Record set |

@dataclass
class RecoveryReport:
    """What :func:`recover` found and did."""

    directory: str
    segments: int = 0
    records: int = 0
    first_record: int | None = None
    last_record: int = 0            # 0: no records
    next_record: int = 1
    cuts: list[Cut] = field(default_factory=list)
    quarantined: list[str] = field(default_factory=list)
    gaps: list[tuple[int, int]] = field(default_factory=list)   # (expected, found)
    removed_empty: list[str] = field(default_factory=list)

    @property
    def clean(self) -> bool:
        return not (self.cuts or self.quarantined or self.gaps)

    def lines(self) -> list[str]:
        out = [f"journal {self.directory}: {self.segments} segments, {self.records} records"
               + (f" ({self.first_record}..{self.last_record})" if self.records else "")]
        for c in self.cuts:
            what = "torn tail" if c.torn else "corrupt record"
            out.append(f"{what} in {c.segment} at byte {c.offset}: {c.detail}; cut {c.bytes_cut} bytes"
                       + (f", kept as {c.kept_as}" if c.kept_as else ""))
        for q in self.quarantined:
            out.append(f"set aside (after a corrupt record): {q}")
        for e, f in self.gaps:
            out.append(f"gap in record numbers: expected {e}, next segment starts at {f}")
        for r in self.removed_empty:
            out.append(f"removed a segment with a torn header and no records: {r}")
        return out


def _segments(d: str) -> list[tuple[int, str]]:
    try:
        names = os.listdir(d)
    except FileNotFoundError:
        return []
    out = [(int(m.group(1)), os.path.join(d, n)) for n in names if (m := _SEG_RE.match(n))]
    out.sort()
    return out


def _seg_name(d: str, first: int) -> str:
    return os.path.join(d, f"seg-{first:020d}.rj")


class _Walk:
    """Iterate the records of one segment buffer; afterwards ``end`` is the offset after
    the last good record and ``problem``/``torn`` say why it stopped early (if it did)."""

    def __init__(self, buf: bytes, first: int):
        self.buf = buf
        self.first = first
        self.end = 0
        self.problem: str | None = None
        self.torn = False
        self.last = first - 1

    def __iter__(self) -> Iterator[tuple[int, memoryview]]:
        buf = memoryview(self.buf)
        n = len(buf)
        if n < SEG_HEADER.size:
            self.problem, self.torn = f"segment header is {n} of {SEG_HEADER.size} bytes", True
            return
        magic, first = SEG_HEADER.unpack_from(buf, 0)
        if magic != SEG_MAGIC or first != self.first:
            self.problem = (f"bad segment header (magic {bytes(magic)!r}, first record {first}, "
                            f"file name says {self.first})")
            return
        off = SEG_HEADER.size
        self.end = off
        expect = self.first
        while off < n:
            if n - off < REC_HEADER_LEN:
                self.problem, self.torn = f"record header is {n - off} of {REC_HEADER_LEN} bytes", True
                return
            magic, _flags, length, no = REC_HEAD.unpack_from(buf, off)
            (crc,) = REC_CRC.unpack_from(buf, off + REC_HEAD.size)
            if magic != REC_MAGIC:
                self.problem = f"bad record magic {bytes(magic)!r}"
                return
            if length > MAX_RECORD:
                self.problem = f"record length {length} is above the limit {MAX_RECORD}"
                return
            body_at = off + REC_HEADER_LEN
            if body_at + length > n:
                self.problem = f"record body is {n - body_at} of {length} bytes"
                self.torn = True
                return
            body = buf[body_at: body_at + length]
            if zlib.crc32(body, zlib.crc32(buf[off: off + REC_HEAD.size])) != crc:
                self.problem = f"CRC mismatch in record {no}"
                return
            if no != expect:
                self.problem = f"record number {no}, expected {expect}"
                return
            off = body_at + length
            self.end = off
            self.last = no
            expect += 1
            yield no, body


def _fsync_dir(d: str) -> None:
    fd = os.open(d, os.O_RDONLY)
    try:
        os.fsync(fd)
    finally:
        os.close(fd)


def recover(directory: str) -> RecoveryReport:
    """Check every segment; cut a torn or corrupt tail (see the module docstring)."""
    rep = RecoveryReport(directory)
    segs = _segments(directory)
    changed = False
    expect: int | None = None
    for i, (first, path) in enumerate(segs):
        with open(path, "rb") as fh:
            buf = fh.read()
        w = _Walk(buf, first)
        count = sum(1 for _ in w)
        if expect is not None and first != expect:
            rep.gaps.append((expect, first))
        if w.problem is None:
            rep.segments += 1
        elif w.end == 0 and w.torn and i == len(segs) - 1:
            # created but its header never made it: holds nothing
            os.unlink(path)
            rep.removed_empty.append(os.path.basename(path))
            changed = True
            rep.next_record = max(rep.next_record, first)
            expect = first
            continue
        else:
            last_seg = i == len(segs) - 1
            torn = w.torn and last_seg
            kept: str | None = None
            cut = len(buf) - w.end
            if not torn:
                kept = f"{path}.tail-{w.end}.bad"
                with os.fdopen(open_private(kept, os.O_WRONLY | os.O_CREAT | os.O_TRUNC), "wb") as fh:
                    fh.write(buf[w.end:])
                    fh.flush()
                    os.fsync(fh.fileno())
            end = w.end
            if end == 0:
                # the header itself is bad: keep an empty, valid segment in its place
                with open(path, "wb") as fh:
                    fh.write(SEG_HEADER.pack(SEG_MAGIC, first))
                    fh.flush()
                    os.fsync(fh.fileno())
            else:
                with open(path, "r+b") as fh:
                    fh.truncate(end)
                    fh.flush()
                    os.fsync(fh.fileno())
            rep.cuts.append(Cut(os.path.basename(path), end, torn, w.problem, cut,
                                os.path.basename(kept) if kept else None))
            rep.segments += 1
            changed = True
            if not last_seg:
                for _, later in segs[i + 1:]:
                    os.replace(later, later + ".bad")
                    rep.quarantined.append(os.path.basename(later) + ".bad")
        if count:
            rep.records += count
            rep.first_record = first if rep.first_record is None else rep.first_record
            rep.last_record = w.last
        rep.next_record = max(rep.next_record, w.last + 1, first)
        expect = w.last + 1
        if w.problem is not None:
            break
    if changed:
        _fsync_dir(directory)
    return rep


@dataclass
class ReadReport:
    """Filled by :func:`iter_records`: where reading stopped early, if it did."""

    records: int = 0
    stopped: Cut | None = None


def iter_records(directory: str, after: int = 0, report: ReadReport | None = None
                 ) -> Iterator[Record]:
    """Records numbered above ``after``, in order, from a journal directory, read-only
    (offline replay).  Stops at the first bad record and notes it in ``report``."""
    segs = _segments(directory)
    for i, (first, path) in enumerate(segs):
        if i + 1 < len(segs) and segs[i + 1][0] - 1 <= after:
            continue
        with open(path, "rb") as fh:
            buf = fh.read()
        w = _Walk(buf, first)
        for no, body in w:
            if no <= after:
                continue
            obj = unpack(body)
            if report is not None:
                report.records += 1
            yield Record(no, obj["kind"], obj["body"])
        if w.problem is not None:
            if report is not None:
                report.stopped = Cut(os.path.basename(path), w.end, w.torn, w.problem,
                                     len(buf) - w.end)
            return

Task instructions |
Return only the lines from the beginning of the material up to and including the line with "if c.torn else", exactly as written.

Exercise solution |
@dataclass
class RecoveryReport:
    """What :func:`recover` found and did."""

    directory: str
    segments: int = 0
    records: int = 0
    first_record: int | None = None
    last_record: int = 0            # 0: no records
    next_record: int = 1
    cuts: list[Cut] = field(default_factory=list)
    quarantined: list[str] = field(default_factory=list)
    gaps: list[tuple[int, int]] = field(default_factory=list)   # (expected, found)
    removed_empty: list[str] = field(default_factory=list)

    @property
    def clean(self) -> bool:
        return not (self.cuts or self.quarantined or self.gaps)

    def lines(self) -> list[str]:
        out = [f"journal {self.directory}: {self.segments} segments, {self.records} records"
               + (f" ({self.first_record}..{self.last_record})" if self.records else "")]
        for c in self.cuts:
            what = "torn tail" if c.torn else "corrupt record"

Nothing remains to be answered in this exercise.